EM: For those who are not well versed in Mid-Century Modern art and design; or want to start learning more about the period, where do you recommend them starting?
AS: My favorite way to learn about the period, and sometimes you can find them online, is to find old design and decorator magazines. I just like looking at the advertisements. You can learn so much. You see how people decorate their houses. You see the designers who are popular. It’s a really fun resources just to look and see the different design trends of the period and it gives you a good idea of what was in and what was out back then.
EM: Finally, what do you anticipate the next big trend in the industry being?
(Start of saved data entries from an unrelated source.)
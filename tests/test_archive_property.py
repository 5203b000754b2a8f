"""Property: the catalogue kept up to date import by import equals one rebuilt from the
run files, whatever sequence of imports and tree edits came before."""

from __future__ import annotations

import tempfile
import warnings
from pathlib import Path

import pytest
from _archive_helpers import recording, taken
from hypothesis import HealthCheck, given, settings
from hypothesis import strategies as st

from engine.archive import create_archive, open_archive

SITE, TAG = "Works", "P-101"

op = st.one_of(
    st.tuples(st.just("import"), st.integers(0, 3), st.integers(0, 6), st.integers(0, 20)),
    st.tuples(st.just("point"), st.integers(0, 3)),
    st.tuples(st.just("edit"), st.integers(0, 3), st.sampled_from([400, 800, 3200])),
    st.tuples(st.just("flush")),
)


def _rows(arc) -> dict:
    return {r.run_id: r.as_dict() for r in arc.runs()}


@settings(max_examples=25, deadline=None, suppress_health_check=[HealthCheck.too_slow])
@given(ops=st.lists(op, min_size=1, max_size=12))
@pytest.mark.filterwarnings("ignore::engine.errors.EngineWarning")
def test_incremental_catalogue_equals_rebuilt(ops):
    with tempfile.TemporaryDirectory() as tmp, warnings.catch_warnings():
        warnings.simplefilter("ignore")
        folder = Path(tmp) / "p.shaftwatch"
        with create_archive(folder, plant_name="prop") as arc:
            arc.add_site(SITE)
            arc.add_machine(SITE, TAG)
            points = [arc.add_point(SITE, TAG, "p0").path]
            for o in ops:
                if o[0] == "point" and len(points) < 4:
                    points.append(arc.add_point(SITE, TAG, f"p{len(points)}").path)
                elif o[0] == "import":
                    _, p, seed, week = o
                    # The same seed twice is a duplicate, whatever point it is sent to.
                    arc.import_recording(recording(seed, n=2048), points[p % len(points)],
                                         taken=taken(week), rpm=1400.0 + seed)
                elif o[0] == "edit":
                    arc.update_point(points[o[1] % len(points)], lines=o[2])
                elif o[0] == "flush":
                    arc.flush()
            incremental = _rows(arc)
        with open_archive(folder) as reader:
            assert _rows(reader) == incremental  # as written to catalogue.h5
        with open_archive(folder, mode="w") as arc:
            arc.rebuild()
            assert _rows(arc) == incremental
            assert arc.check() == []
        with open_archive(folder) as reader:
            assert _rows(reader) == incremental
AK: I think the thing we are actively looking for because we are seeing prices going up and up is stuff from the 80s. In terms of art and really in terms of furniture and décor, that Memphis style, bright colored, 80s stuff right now. The thing is, it’s really difficult to find at any price, because so much of it was made with really poor materials, so it just didn’t last. We think that it’s becoming very popular though and we’re looking for wherever we can find it.